═══ Exercise materials

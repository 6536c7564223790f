#pragma once
// Steady solves and reading fields.

#include <algorithm>
#include <limits>
#include <tepor/c/impl/handles.hpp>

namespace tepor::c {

inline tepor_balance balance_of(const Balance& b) {
    tepor_balance out{};
    out.in = b.in;
    out.out = b.out;
    out.generated = b.generated;
    out.stored = b.stored;
    out.left_over = b.left_over;
    out.gross = b.gross;
    out.floor = b.floor;
    out.balanced = b.balanced() ? 1 : 0;
    return out;
}

inline std::vector<double> interleaved(const std::vector<Point>& points) {
    std::vector<double> out;
    out.reserve(2 * points.size());
    for (const Point p : points) {
        out.push_back(p.x);
        out.push_back(p.y);
    }
    return out;
}

/// Options in C say "not given" by NaN.
inline std::optional<double> given(double number) {
    return std::isnan(number) ? std::optional<double>{} : number;
}
inline constexpr double not_given = std::numeric_limits<double>::quiet_NaN();

} // namespace tepor::c

extern "C" {

tepor_status tepor_steady(tepor_session* session, const tepor_body* body, tepor_field** out) {
    return tepor::c::run(session, body && out, [&] { *out = new tepor_field{tepor::steady(body->body)}; });
}
tepor_steady_options tepor_steady_options_default(void) {
    const tepor::SteadyOptions usual;
    tepor_steady_options o{};
    o.size = sizeof o;
    o.tolerance = usual.tolerance;
    o.start = tepor::c::not_given;
    o.time = tepor::c::not_given;
    o.most_passes = static_cast<int32_t>(usual.most_passes);
    return o;
}
tepor_status tepor_steady_with(tepor_session* session, const tepor_body* body, const tepor_steady_options* options,
                               tepor_field** out) {
    return tepor::c::run(session, body && options && out, [&] {
        tepor_steady_options o = tepor_steady_options_default();
        tepor::c::take(options, o);
        tepor::SteadyOptions how;
        how.tolerance = o.tolerance;
        how.most_passes = o.most_passes;
        how.start = tepor::c::given(o.start);
        how.time = tepor::c::given(o.time);
        how.from = o.from ? &o.from->field : nullptr;
        *out = new tepor_field{tepor::steady(body->body, how)};
    });
}
void tepor_field_free(tepor_field* field) {
    delete field;
}
tepor_status tepor_field_value(tepor_session* session, const tepor_field* field, const tepor_quantity* quantity,
                               double* out) {
    return tepor::c::run(session, field && quantity && out, [&] { *out = field->field[quantity->quantity]; });
}
tepor_status tepor_field_temperatures(tepor_session* session, const tepor_field* field, double* temperature,
                                      size_t entries) {
    return tepor::c::run(session, field && temperature,
                         [&] { tepor::c::copy_out(field->field.node_temperatures(), temperature, entries); });
}
tepor_status tepor_field_cell_temperatures(tepor_session* session, const tepor_field* field, double* temperature,
                                           size_t entries) {
    return tepor::c::run(session, field && temperature,
                         [&] { tepor::c::copy_out(field->field.cell_temperatures(), temperature, entries); });
}
tepor_status tepor_field_at(tepor_session* session, const tepor_field* field, double x, double y, const char* region,
                            double* temperature) {
    return tepor::c::run(session, field && region && temperature, [&] {
        *temperature = field->field.at(tepor::Point{x, y}, region);
    });
}
tepor_status tepor_field_heat_flux(tepor_session* session, const tepor_field* field, double x, double y,
                                   const char* region, double* flux_x, double* flux_y) {
    return tepor::c::run(session, field && region && flux_x && flux_y, [&] {
        const tepor::Point q = field->field.heat_flux(tepor::Point{x, y}, region);
        *flux_x = q.x;
        *flux_y = q.y;
    });
}
tepor_status tepor_field_cell_heat_fluxes(tepor_session* session, const tepor_field* field, double* flux,
                                          size_t entries) {
    return tepor::c::run(session, field && flux, [&] {
        std::vector<tepor::Point> all;
        for (tepor::Index c = 0; c < field->field.mesh().cell_count(); ++c)
            all.push_back(field->field.cell_heat_flux(c));
        tepor::c::copy_out(tepor::c::interleaved(all), flux, entries);
    });
}
tepor_status tepor_field_places(tepor_session* session, const tepor_field* field, double* places, size_t entries) {
    return tepor::c::run(session, field && places, [&] {
        tepor::c::copy_out(tepor::c::interleaved(field->field.node_places()), places, entries);
    });
}
tepor_status tepor_field_hottest(tepor_session* session, const tepor_field* field, const char* region,
                                 double* temperature, double* x, double* y) {
    return tepor::c::run(session, field && region && temperature && x && y, [&] {
        const tepor::Spotted found = *region ? field->field.hottest(region) : field->field.hottest();
        *temperature = found.temperature;
        *x = found.place.x;
        *y = found.place.y;
    });
}
tepor_status tepor_field_coldest(tepor_session* session, const tepor_field* field, const char* region,
                                 double* temperature, double* x, double* y) {
    return tepor::c::run(session, field && region && temperature && x && y, [&] {
        const tepor::Spotted found = *region ? field->field.coldest(region) : field->field.coldest();
        *temperature = found.temperature;
        *x = found.place.x;
        *y = found.place.y;
    });
}
tepor_status tepor_field_parameter(tepor_session* session, const tepor_field* field, const tepor_parameter* parameter,
                                   double* out) {
    return tepor::c::run(session, field && parameter && out, [&] { *out = field->field.value(parameter->parameter); });
}
tepor_status tepor_field_error_bound(tepor_session* session, const tepor_field* field, double* total,
                                     double* field_energy, double* per_cell, size_t entries) {
    return tepor::c::run(session, field && total && field_energy, [&] {
        const tepor::ErrorBound bound = field->field.error_bound();
        if (per_cell) tepor::c::copy_out(bound.per_cell, per_cell, entries);
        *total = bound.total;
        *field_energy = bound.field_energy;
    });
}
size_t tepor_field_pass_count(const tepor_field* field) {
    return field ? field->field.passes().size() : 0;
}
double tepor_field_time(const tepor_field* field) {
    return field ? field->field.time() : 0.0;
}
tepor_status tepor_field_balance(tepor_session* session, const tepor_field* field, tepor_balance* balance) {
    return tepor::c::run(session, field && balance,
                         [&] { tepor::c::give(tepor::c::balance_of(field->field.balance()), balance); });
}
tepor_status tepor_field_face_heat(tepor_session* session, const tepor_field* field, const char* face,
                                   tepor_face_heat* heat) {
    return tepor::c::run(session, field && face && heat, [&] {
        const tepor::Balance balance = field->field.balance();
        for (const tepor::FaceHeat& f : balance.faces) {
            if (f.name != face) continue;
            tepor_face_heat out{};
            out.area = f.area;
            out.out = f.out;
            out.film = f.film;
            out.radiation = f.radiation;
            out.flux = f.flux;
            out.prescribed = f.prescribed;
            out.adiabatic = f.adiabatic ? 1 : 0;
            out.unbounded = f.unbounded ? 1 : 0;
            tepor::c::give(out, heat);
            return;
        }
        throw tepor::Error(tepor::ErrorCode::bad_name, face,
                           tepor::detail::text("the body has no face \"", face, "\"; see tepor_mesh_face_name"));
    });
}

} // extern "C"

══════

Task details. Write out exactly the lines from the line with "const tepor::ErrorBound bound" to the close of the listing above, including both of those lines.

Response area.
        const tepor::ErrorBound bound = field->field.error_bound();
        if (per_cell) tepor::c::copy_out(bound.per_cell, per_cell, entries);
        *total = bound.total;
        *field_energy = bound.field_energy;
    });
}
size_t tepor_field_pass_count(const tepor_field* field) {
    return field ? field->field.passes().size() : 0;
}
double tepor_field_time(const tepor_field* field) {
    return field ? field->field.time() : 0.0;
}
tepor_status tepor_field_balance(tepor_session* session, const tepor_field* field, tepor_balance* balance) {
    return tepor::c::run(session, field && balance,
                         [&] { tepor::c::give(tepor::c::balance_of(field->field.balance()), balance); });
}
tepor_status tepor_field_face_heat(tepor_session* session, const tepor_field* field, const char* face,
                                   tepor_face_heat* heat) {
    return tepor::c::run(session, field && face && heat, [&] {
        const tepor::Balance balance = field->field.balance();
        for (const tepor::FaceHeat& f : balance.faces) {
            if (f.name != face) continue;
            tepor_face_heat out{};
            out.area = f.area;
            out.out = f.out;
            out.film = f.film;
            out.radiation = f.radiation;
            out.flux = f.flux;
            out.prescribed = f.prescribed;
            out.adiabatic = f.adiabatic ? 1 : 0;
            out.unbounded = f.unbounded ? 1 : 0;
            tepor::c::give(out, heat);
            return;
        }
        throw tepor::Error(tepor::ErrorCode::bad_name, face,
                           tepor::detail::text("the body has no face \"", face, "\"; see tepor_mesh_face_name"));
    });
}

} // extern "C"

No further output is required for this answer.